The snails habitat is extreme. They live several miles below the ocean surface on searing hydrothermal vents, which are bathed in toxic chemicals and can reach temperatures of more than 300C (572F). The snails entire bodies and lifestyles revolve around bacteria growing inside a special pouch in their throat, which convert chemicals pouring out of the vents into energy and thereby provide all the snails food.

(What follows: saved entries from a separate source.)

"""Properties of the clock, the control unit and the two execution paths (P1–P7).

Each runs on every machine file under emu/machines/ and tests/machines/
(engine_support discovers them): among them ref8 (a hold point after every
pulse) and acc12 (a hold point after every other pulse), so nothing here
holds by accident of one phase table.

The reference for "what the program does" is a second emulator running free
on the fast path, resuming by itself at every halt and recording the state
at each instruction boundary. Whatever panel actions the machine under test
receives, whenever it stands at an instruction boundary its state must be
the reference's state after the same number of instructions (P4, and P6
since one side steps phase by phase and the other runs fused).
"""

from __future__ import annotations

import pytest
from hypothesis import HealthCheck, settings
from hypothesis import strategies as st
from hypothesis.stateful import RuleBasedStateMachine, initialize, invariant, precondition, rule

from emu import Emulator
from emu.checks import PulseWatch
from emu.testing import programs

from engine_support import MACHINES, after_step_press, boot, datapath_state, skip_unless_properties_run

SETTINGS = settings(max_examples=40, stateful_step_count=40, deadline=None,
                    suppress_health_check=[HealthCheck.too_slow, HealthCheck.data_too_large])


def _fingerprint(emu: Emulator) -> tuple:
    regs, memory, output, lamps, position = datapath_state(emu)
    return regs, hash(memory), output, lamps, position


class _Reference:
    """Free-running twin: the state after each instruction, computed on demand."""

    def __init__(self, machine, words):
        self.emu = boot(machine, words)
        self.states = [_fingerprint(self.emu)]

    def _record(self, emu):
        self.states.append(_fingerprint(emu))
        return len(self.states) > self.wanted

    def after(self, count: int) -> tuple:
        self.wanted = count
        while len(self.states) <= count:
            reason = self.emu.run(max_cycles=100_000, until=self._record)
            if reason.kind == "halted":
                self.emu.press_resume()
        return self.states[count]


class _PulseWatch(PulseWatch):
    """P1 as it happens (the watch ``relaybench check`` uses): every generator pulse lasts
    its nominal time. Also counts the generator's pulses since the halt latch was set, for P5."""

    def __init__(self, machine):
        super().__init__(machine)
        self.pulses_since_latch = None

    def edge(self, emu, level):
        super().edge(emu, level)
        if level == 0 and not emu.frozen and self.pulses_since_latch is not None:
            self.pulses_since_latch += 1

    def latch(self, emu, is_set):
        self.pulses_since_latch = 0 if is_set else None

    def panel(self, emu, action):
        if action == "step" and emu.frozen:
            self.pulses_since_latch = None     # the panel moved the machine on: no claim


def _phases_to_hold(machine, index: int, released: bool) -> int:
    """How many phases the generator runs from ``index`` before it enters a hold point."""
    phases, count = machine.phases, 0
    if released:
        index, count = (index + 1) % len(phases), 1
    while not phases[index].hold:
        index, count = (index + 1) % len(phases), count + 1
    return count


def _nominal_time_to_hold(machine, index: int) -> int:
    """The nominal time from entering ``index`` to entering the next hold point."""
    phases, total = machine.phases, 0
    while True:
        total += phases[index].duration_ns
        index = (index + 1) % len(phases)
        if phases[index].hold:
            return total


def _cycles_after_latch_bound(machine) -> int:
    """Most pulses that can follow a falling edge before the next hold point."""
    phases, worst = machine.phases, 0
    for i in range(len(phases)):
        if phases[i - 1].level == 1 and phases[i].level == 0:
            pulses, j = 0, i
            while not phases[j].hold:
                nxt = (j + 1) % len(phases)
                if phases[j].level == 1 and phases[nxt].level == 0:
                    pulses += 1
                j = nxt
            worst = max(worst, pulses)
    return worst


class PanelMachine(RuleBasedStateMachine):
    """Random programs and random panel actions at random phases and times."""

    machine_name = "ref8"
    observed = True

    @initialize(data=st.data())
    def power_on(self, data):
        self.machine = MACHINES[self.machine_name]
        words = data.draw(programs(self.machine))
        self.reference = _Reference(self.machine, words)
        self.emu = boot(self.machine, words)
        self.released = False       # let go from a hold point, no phase run since
        self.watch = None
        if self.observed:
            self.watch = _PulseWatch(self.machine)
            self.emu.observe(self.watch)

    # ----- panel actions

    @rule()
    def throw_to_stop(self):
        self.emu.set_switch_run(False)

    @rule()
    def throw_to_run(self):
        was_frozen = self.emu.frozen
        self.emu.set_switch_run(True)
        self._note_release(was_frozen)

    def _note_release(self, was_frozen):
        if was_frozen and not self.emu.frozen:
            self.released = True

    def _note_time(self, before_ns):
        if self.emu.time_ns != before_ns:
            self.released = False

    @rule()
    def press_step(self):
        """P3: one STEP press gives what the description says, and the latch part of P5."""
        emu = self.emu
        before = (_fingerprint(emu), emu.cycles, emu.phase_index, emu.time_ns, emu._seq)
        was_frozen, latch = emu.frozen, emu.halt_latch
        pulsed = emu.press_step()
        assert pulsed == was_frozen
        if not was_frozen:
            assert (_fingerprint(emu), emu.cycles, emu.phase_index, emu.time_ns, emu._seq) == before
            return
        assert emu.frozen
        if latch:
            assert emu.halt_latch, "the latch stays set through steps"
        pulses, index = after_step_press(self.machine, before[2])
        assert emu.cycles == before[1] + pulses
        assert emu.phase_index == index, "the ring stands still, or runs to the next hold point"
        if self.machine.step_press == "hold":
            assert emu.time_ns - before[3] == _nominal_time_to_hold(self.machine, before[2])
            return
        assert emu._seq != before[4] or self._single_step_instruction(before[4])

    def _single_step_instruction(self, seq) -> bool:
        """Whether a STEP may leave the sequencer where it was: a one-step fetch with no
        instruction steps, or a step that repeats itself (``wait until``, ``goto`` to itself)."""
        index, step = seq
        if index >= 0:
            jump = self.machine.instructions[index].steps[step].jump
            return jump is not None and jump.target == step
        return len(self.machine.fetch) == 1 and step == 0

    @rule()
    def press_resume(self):
        """P5: RESUME at run carries on; at stop the clock stays frozen."""
        emu = self.emu
        was_frozen = emu.frozen
        emu.press_resume()
        self._note_release(was_frozen)
        assert not emu.halt_latch
        if emu.switch_run:
            assert not emu.frozen
        else:
            assert emu.frozen == was_frozen

    # ----- letting time pass

    @rule(count=st.integers(1, 12))
    def let_phases_pass(self, count):
        before = self.emu.time_ns
        for _ in range(count):
            self.emu.advance_phase()
        self._note_time(before)

    @rule(count=st.integers(1, 60))
    def let_cycles_pass(self, count):
        before = self.emu.time_ns
        self.emu.run(max_cycles=count)
        self._note_time(before)

    @rule(limit=st.integers(1, 400))
    def run_until_frozen(self, limit):
        before = self.emu.time_ns
        self.emu.run(max_cycles=limit)
        self._note_time(before)

    @rule(count=st.integers(1, 30))
    def run_some_instructions(self, count):
        """A condition checked at instruction boundaries, as the debugger's watchpoints are."""
        emu, before = self.emu, self.emu.time_ns
        target = emu.instructions + count
        reason = emu.run(max_cycles=5_000, until=lambda e: e.instructions >= target)
        if reason.kind == "condition":
            assert emu.instructions == target and emu.at_instruction_boundary
        self._note_time(before)

    @precondition(lambda self: not self.emu.frozen)
    @rule()
    def stop_and_watch_it_freeze(self):
        """P2: after stop, the generator freezes at the first hold point it reaches."""
        emu, machine = self.emu, self.machine
        emu.set_switch_run(False)
        bound = _phases_to_hold(machine, emu.phase_index, self.released)
        ran = 0
        while emu.advance_phase():
            ran += 1
            assert ran <= bound, "ran past a hold point with the hold line up"
        assert emu.frozen
        assert machine.phases[emu.phase_index].hold
        assert ran == bound
        self.released = False

    # ----- invariants

    @invariant()
    def same_states_as_free_running(self):
        """P4/P6: at every instruction boundary, the free-running twin's state."""
        emu = self.emu
        if emu.at_instruction_boundary:
            assert _fingerprint(emu) == self.reference.after(emu.instructions)

    @invariant()
    def frozen_only_at_hold_points(self):
        emu = self.emu
        if emu.frozen:
            assert self.machine.phases[emu.phase_index].hold
            assert emu.hold_line, "frozen with the hold line down"

    @invariant()
    def halt_freezes_where_the_table_says(self):
        """P5: after halt, the generator freezes within the table's pulses, pc past it."""
        emu, watch = self.emu, self.watch
        if watch is None or not (emu.frozen and emu.halt_latch) or watch.pulses_since_latch is None:
            return
        bound = _cycles_after_latch_bound(self.machine)
        assert watch.pulses_since_latch <= bound
        # The halt is the last step of its instruction, so each later pulse is a step of
        # the next fetch; pc has moved past the halt and once more for each of those fetch
        # steps that advances it (one fetch step on most machines, "pc <- pc + 1" alone on
        # nib2, whose fetch takes two pulses).
        assert bound <= len(self.machine.fetch)
        halt = self.machine.instructions[self.machine.decode_table[emu.memory[emu.halt_address]]]
        advancing = sum(f"{self.machine.program_counter} <-" in step.text
                        for step in self.machine.fetch[:watch.pulses_since_latch])
        past = emu.halt_address + halt.word_count + advancing
        assert emu.pc == past % self.machine.memory_words, "pc is not just past the halt (and the fetches after it)"


def _panel_machine(name: str, observed: bool) -> type[PanelMachine]:
    """The panel state machine on one machine file, stepping (observed) or fused."""
    return type(f"{name}_{'stepping' if observed else 'fast'}", (PanelMachine,),
                {"machine_name": name, "observed": observed})


@pytest.mark.parametrize("machine_name", MACHINES)
@pytest.mark.parametrize("observed", [True, False], ids=["stepping", "fast"])
def test_panel_actions_keep_the_program_semantics(machine_name, observed):
    skip_unless_properties_run(MACHINES[machine_name])
    case = _panel_machine(machine_name, observed).TestCase
    case.settings = SETTINGS
    case("runTest").runTest()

To keep their microbes well fed, scaly-foot snails evolved enormous gills to absorb oxygen and chemicals from seawater, then deliver it by way of their bloodstream and a hugely capacious heart. A human heart of equivalent proportions would be the size of our heads. In 2019, scientists worked out that the scales on the snails foot are not to protect against predatory attack but to avert a toxic threat that comes from within. The bacteria stashed in a scaly-foot snails throat release sulphur as a waste product, which is deadly to snails (its a common active ingredient in slug and snail-killing pellets).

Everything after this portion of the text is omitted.